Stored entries

^^^^^^^^^^^^^^^^

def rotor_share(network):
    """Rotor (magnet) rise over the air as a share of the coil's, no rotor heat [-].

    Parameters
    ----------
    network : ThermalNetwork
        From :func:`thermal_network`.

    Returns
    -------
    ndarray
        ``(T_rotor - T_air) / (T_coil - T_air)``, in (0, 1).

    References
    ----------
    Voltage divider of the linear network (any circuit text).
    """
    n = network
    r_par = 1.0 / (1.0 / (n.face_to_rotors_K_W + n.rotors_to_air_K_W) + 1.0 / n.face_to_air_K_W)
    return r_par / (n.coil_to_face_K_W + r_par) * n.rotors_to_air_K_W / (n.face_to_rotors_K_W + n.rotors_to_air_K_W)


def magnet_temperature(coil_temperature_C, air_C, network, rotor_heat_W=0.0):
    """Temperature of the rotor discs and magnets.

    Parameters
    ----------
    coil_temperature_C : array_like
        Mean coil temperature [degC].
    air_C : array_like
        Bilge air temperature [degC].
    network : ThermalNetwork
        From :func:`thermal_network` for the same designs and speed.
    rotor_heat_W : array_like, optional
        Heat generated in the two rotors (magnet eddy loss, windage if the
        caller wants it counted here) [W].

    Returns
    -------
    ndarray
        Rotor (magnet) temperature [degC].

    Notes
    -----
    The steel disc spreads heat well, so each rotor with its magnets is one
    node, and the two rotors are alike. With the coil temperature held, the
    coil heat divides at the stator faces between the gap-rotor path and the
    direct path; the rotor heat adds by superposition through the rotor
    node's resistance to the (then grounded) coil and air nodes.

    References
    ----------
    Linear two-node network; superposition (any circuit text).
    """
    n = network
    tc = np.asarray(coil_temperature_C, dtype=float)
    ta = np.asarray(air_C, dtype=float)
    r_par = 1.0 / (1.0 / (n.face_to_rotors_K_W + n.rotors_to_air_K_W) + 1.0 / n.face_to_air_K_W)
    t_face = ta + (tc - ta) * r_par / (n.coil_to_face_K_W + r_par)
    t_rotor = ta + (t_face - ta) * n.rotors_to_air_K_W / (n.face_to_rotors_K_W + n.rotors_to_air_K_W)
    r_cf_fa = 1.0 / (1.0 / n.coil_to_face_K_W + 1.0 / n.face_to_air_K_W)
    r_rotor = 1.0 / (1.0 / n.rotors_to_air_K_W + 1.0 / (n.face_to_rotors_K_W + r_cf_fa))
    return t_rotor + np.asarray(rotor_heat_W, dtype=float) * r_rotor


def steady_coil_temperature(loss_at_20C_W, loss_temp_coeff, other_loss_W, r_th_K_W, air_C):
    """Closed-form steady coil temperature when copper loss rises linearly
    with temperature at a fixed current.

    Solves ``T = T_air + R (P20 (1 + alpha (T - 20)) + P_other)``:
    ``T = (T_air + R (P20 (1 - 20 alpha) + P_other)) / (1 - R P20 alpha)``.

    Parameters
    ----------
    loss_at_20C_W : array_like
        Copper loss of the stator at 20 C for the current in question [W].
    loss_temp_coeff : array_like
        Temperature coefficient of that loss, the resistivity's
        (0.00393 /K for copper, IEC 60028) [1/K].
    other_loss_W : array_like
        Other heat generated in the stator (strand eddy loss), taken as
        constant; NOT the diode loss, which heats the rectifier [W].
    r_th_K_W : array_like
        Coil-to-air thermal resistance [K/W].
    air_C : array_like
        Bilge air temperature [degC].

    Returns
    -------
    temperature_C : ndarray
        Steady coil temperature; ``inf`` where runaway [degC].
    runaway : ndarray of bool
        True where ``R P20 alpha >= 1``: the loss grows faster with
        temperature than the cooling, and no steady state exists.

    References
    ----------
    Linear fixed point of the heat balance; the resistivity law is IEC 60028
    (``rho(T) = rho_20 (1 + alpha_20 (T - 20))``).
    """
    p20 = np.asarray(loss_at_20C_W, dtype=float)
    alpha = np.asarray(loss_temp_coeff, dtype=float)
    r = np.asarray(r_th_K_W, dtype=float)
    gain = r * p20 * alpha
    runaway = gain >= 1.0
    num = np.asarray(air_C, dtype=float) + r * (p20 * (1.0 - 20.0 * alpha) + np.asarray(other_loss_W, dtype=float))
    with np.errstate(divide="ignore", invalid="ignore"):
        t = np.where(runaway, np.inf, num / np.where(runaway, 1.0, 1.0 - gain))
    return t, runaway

^^^^^^^^^^^^^^^^

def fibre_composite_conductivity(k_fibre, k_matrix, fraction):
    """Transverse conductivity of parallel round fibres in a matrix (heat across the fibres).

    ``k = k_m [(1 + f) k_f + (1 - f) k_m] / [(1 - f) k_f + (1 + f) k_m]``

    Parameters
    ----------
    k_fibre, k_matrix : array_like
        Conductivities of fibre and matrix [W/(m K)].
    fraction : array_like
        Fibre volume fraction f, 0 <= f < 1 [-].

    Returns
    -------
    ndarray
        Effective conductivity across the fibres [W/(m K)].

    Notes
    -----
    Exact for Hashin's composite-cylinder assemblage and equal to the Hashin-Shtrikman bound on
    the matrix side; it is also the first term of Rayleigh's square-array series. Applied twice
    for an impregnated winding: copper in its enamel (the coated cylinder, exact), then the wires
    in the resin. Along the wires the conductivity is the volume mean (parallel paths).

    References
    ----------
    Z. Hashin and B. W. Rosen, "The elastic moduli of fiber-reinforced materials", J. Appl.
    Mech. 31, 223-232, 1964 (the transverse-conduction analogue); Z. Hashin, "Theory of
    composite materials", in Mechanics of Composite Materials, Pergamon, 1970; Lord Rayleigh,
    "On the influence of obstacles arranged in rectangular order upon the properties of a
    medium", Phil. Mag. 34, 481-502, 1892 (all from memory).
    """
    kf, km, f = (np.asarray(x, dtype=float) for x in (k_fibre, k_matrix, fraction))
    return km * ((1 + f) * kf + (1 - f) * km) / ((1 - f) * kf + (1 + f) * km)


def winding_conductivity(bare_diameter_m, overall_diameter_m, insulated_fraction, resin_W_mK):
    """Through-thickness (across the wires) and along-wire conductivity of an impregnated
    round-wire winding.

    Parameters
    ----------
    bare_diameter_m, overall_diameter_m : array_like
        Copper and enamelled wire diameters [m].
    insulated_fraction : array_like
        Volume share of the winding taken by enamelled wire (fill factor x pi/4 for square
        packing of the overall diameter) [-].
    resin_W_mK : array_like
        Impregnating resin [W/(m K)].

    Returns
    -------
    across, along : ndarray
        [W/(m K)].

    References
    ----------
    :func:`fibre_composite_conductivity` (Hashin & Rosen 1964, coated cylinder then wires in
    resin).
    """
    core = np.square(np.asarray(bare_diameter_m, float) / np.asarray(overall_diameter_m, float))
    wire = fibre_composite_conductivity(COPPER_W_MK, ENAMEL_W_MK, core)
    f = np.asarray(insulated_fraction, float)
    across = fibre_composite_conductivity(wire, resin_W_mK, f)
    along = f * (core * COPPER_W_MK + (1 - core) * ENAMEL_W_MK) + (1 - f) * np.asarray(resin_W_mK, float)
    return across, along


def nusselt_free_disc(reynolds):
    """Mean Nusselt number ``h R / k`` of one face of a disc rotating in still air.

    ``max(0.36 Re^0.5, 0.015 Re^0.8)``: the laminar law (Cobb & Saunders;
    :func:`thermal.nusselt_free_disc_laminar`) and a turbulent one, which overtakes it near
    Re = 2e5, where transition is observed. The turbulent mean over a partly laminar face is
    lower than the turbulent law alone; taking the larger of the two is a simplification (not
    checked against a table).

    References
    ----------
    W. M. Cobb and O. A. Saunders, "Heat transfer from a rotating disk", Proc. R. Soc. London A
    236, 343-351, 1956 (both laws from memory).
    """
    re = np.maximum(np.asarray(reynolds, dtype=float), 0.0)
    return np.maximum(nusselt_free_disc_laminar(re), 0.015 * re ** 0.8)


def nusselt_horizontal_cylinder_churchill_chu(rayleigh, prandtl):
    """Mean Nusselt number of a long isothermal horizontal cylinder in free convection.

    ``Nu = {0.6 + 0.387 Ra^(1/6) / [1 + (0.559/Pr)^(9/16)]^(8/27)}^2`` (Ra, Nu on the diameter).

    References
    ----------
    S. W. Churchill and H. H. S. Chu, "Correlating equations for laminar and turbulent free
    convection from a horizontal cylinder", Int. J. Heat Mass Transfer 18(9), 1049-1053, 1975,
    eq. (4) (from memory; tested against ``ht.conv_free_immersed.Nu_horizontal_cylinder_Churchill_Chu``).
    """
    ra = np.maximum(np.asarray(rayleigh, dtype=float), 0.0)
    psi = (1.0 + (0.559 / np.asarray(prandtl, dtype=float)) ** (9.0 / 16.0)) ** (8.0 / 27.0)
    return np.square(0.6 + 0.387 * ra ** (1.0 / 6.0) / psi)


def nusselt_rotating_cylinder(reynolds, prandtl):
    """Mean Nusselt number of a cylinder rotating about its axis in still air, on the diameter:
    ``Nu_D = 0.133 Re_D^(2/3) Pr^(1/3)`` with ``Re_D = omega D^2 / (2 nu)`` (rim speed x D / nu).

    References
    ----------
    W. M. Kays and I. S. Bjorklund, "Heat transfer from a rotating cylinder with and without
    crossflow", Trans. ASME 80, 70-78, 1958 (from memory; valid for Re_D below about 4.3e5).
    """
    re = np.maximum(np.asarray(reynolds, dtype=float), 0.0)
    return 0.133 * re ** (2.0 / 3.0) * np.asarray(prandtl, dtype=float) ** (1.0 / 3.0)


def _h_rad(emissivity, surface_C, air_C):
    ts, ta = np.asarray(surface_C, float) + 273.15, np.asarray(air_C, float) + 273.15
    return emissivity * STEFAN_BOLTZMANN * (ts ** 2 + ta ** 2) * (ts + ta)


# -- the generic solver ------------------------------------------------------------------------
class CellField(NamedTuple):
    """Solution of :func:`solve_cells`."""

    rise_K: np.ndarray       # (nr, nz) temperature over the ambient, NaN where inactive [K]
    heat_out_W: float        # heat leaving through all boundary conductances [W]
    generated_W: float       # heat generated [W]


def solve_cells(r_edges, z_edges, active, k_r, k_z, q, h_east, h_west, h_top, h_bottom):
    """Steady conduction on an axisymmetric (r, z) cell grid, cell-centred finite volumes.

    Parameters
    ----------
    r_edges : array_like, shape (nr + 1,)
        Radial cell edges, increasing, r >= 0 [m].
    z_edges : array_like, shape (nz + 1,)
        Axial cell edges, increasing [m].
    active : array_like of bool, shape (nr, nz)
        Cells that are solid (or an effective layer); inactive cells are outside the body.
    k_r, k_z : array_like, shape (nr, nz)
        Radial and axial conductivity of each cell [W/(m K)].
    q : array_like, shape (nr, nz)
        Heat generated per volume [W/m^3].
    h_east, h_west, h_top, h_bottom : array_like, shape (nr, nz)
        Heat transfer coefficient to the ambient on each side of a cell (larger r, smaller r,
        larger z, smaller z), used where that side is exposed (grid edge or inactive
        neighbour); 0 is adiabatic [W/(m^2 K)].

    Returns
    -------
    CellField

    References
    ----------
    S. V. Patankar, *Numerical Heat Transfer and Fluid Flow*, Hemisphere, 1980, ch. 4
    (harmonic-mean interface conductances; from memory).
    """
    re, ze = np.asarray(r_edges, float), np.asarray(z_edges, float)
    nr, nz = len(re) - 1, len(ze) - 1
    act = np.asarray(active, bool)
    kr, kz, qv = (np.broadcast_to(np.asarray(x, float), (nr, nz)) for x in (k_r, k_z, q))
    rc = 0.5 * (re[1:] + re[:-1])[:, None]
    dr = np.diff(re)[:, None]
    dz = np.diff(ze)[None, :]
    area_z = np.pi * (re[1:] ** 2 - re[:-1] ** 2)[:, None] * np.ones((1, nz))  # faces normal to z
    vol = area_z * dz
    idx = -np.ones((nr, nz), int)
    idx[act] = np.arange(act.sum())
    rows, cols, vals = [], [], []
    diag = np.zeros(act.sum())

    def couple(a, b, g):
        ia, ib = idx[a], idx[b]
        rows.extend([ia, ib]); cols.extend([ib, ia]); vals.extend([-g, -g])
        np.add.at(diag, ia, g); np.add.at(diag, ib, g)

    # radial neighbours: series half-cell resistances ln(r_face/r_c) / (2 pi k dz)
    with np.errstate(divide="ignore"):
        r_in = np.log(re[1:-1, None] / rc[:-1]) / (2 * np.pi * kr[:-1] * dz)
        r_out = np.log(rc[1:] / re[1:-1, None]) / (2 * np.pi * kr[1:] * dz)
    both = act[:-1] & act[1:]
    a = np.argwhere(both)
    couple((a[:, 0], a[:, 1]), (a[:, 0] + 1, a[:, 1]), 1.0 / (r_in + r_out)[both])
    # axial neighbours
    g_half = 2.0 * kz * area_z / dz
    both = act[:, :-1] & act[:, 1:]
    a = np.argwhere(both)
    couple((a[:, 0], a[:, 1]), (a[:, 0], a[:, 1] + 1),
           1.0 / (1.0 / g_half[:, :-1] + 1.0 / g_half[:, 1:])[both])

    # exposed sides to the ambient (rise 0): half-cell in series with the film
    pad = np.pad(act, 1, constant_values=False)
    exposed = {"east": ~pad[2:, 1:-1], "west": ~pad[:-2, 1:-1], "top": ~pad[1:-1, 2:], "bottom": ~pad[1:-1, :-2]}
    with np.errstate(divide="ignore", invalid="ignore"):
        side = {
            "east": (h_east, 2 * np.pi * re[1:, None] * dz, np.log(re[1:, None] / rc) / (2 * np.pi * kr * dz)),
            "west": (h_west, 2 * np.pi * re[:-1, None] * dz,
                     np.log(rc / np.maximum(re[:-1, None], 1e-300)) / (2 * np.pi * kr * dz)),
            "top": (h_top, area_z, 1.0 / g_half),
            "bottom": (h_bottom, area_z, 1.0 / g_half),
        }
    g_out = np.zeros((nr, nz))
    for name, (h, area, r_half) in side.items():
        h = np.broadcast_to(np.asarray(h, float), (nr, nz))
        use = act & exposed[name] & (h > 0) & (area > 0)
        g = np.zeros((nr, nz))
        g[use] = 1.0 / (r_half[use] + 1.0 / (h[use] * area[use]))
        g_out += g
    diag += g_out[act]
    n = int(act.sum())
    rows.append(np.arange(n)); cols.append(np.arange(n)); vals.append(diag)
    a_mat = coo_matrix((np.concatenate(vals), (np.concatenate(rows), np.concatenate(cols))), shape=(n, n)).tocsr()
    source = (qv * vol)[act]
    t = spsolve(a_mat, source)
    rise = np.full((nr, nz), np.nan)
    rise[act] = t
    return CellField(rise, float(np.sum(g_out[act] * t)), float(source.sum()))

^^^^^^^^^^^^^^^^

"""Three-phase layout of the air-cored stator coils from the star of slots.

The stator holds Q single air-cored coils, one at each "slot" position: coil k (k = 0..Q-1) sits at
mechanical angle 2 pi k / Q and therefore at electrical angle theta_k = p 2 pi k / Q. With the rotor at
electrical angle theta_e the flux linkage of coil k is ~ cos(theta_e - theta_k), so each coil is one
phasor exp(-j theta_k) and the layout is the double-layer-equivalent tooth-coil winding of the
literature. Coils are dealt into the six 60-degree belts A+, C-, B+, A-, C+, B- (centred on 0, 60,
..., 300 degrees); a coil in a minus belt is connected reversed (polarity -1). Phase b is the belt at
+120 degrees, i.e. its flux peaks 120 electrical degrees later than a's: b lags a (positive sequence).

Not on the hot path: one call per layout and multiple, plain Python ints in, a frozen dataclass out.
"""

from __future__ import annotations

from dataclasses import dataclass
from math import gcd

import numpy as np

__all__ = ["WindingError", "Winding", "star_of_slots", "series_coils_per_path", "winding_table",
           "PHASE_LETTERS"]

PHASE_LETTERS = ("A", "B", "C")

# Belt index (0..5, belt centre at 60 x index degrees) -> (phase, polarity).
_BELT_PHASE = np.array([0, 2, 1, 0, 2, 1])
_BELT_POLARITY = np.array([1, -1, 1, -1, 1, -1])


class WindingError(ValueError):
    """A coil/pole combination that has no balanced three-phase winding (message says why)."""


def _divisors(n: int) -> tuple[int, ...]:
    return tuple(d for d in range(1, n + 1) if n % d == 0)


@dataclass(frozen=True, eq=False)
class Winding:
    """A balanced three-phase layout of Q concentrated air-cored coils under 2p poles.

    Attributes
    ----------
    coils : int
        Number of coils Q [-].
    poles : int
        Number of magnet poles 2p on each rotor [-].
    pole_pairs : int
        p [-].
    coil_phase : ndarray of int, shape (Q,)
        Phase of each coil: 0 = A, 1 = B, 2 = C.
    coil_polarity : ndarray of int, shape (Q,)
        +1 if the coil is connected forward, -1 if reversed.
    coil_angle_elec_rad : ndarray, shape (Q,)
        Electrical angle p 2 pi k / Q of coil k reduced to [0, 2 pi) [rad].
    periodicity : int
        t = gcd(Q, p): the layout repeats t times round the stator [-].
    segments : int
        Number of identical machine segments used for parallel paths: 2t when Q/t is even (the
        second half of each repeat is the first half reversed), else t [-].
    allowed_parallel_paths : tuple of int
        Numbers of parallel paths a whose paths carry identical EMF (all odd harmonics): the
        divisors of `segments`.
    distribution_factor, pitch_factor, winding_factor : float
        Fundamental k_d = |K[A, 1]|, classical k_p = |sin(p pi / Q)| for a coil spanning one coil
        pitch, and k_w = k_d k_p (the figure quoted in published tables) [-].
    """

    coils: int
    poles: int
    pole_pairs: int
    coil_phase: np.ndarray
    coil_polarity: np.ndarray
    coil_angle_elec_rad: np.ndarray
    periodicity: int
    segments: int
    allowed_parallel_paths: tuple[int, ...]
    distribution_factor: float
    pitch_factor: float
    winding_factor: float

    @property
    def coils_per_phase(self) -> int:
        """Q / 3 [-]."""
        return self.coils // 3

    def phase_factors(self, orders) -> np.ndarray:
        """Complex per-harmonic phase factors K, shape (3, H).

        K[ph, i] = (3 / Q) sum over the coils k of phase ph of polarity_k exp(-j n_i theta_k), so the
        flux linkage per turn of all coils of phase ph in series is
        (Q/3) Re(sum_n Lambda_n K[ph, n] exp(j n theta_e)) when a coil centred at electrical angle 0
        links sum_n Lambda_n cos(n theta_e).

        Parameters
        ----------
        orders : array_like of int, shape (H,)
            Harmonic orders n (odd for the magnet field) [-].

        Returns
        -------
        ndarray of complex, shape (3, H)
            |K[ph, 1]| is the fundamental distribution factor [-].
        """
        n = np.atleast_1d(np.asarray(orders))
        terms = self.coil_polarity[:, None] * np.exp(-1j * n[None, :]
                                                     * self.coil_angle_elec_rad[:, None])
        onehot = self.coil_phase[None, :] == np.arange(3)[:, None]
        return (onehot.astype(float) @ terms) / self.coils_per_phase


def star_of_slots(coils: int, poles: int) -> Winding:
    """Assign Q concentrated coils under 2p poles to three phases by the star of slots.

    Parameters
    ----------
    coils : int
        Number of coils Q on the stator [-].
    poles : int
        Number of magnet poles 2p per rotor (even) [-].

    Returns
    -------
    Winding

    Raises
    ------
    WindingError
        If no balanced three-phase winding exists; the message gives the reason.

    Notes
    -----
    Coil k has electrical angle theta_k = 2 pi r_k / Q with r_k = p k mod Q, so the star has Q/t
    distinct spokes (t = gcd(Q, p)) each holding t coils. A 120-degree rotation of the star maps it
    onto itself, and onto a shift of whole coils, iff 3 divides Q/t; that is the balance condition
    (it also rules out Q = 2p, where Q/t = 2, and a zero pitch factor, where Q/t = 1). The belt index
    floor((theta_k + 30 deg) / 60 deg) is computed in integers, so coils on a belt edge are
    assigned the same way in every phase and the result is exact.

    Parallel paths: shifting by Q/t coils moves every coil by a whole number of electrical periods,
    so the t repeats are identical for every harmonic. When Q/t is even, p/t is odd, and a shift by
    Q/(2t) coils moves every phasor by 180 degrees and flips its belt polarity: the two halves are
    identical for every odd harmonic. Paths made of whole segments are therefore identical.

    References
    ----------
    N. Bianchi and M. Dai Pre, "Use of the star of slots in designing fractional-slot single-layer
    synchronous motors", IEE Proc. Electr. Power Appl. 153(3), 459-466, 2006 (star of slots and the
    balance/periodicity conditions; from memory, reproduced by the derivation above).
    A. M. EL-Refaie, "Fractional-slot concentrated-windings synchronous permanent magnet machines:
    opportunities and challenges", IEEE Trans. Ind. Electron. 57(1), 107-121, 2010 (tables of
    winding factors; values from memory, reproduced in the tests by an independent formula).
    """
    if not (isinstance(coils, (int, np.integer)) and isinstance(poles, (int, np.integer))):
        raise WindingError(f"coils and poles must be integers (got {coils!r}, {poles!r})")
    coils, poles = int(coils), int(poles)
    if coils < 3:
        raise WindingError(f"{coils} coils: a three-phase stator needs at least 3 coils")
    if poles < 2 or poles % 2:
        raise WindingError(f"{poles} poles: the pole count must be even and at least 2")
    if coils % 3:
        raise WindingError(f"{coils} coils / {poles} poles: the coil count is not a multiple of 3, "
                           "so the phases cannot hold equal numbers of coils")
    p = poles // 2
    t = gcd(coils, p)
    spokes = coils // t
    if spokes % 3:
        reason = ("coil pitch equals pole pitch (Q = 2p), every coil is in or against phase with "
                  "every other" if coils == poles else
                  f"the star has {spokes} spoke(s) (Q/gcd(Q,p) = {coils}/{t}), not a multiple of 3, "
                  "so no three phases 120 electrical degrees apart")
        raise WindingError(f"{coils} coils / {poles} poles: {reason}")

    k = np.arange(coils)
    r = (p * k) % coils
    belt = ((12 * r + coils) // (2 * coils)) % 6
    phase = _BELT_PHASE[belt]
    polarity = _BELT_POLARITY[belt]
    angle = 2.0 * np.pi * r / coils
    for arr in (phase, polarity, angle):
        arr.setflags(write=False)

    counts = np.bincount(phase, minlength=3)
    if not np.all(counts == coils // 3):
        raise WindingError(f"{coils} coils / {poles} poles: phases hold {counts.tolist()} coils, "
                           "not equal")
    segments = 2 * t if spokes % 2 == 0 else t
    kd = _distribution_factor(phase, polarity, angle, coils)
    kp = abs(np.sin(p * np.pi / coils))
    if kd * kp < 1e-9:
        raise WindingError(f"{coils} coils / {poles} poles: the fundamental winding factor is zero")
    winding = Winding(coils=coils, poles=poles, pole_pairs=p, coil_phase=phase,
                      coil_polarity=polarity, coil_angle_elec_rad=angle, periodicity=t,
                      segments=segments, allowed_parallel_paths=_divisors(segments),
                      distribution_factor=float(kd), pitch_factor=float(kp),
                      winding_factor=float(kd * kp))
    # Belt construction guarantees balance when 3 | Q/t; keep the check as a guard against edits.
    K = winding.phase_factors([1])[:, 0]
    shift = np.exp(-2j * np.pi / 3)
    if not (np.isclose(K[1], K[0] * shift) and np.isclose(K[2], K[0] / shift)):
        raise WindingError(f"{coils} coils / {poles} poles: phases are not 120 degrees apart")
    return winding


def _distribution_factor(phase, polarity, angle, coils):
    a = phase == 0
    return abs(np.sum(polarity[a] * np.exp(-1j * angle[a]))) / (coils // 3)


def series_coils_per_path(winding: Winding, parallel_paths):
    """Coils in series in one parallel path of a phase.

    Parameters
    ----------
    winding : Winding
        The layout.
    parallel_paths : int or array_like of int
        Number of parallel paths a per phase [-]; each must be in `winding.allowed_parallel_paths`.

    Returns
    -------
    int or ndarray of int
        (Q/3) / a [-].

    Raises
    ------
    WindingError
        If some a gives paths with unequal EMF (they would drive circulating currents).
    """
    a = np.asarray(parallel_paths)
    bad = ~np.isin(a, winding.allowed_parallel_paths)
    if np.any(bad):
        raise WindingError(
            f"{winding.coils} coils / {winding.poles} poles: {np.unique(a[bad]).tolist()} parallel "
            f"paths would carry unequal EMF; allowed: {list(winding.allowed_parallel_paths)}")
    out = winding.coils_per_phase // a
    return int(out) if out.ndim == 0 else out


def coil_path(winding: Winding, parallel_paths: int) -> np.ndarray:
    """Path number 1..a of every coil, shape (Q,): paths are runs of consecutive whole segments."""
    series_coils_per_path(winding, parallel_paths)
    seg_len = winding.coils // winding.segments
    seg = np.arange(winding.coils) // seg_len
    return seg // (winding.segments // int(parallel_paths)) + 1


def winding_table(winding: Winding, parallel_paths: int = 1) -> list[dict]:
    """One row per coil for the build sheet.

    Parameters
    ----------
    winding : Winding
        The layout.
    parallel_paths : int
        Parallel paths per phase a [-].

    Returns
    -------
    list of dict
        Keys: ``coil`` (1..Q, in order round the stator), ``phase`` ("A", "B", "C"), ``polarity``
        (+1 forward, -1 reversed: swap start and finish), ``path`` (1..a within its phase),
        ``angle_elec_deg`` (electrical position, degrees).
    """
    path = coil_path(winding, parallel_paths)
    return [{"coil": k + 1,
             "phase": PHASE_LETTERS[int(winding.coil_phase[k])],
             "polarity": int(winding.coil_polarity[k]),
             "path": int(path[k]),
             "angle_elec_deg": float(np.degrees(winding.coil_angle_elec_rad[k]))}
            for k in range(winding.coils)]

^^^^^^^^^^^^^^^^

* [Assigned task]:
Check each line of these records for the string "taken" and state only how many lines have it.

* [Answer for the task]:
2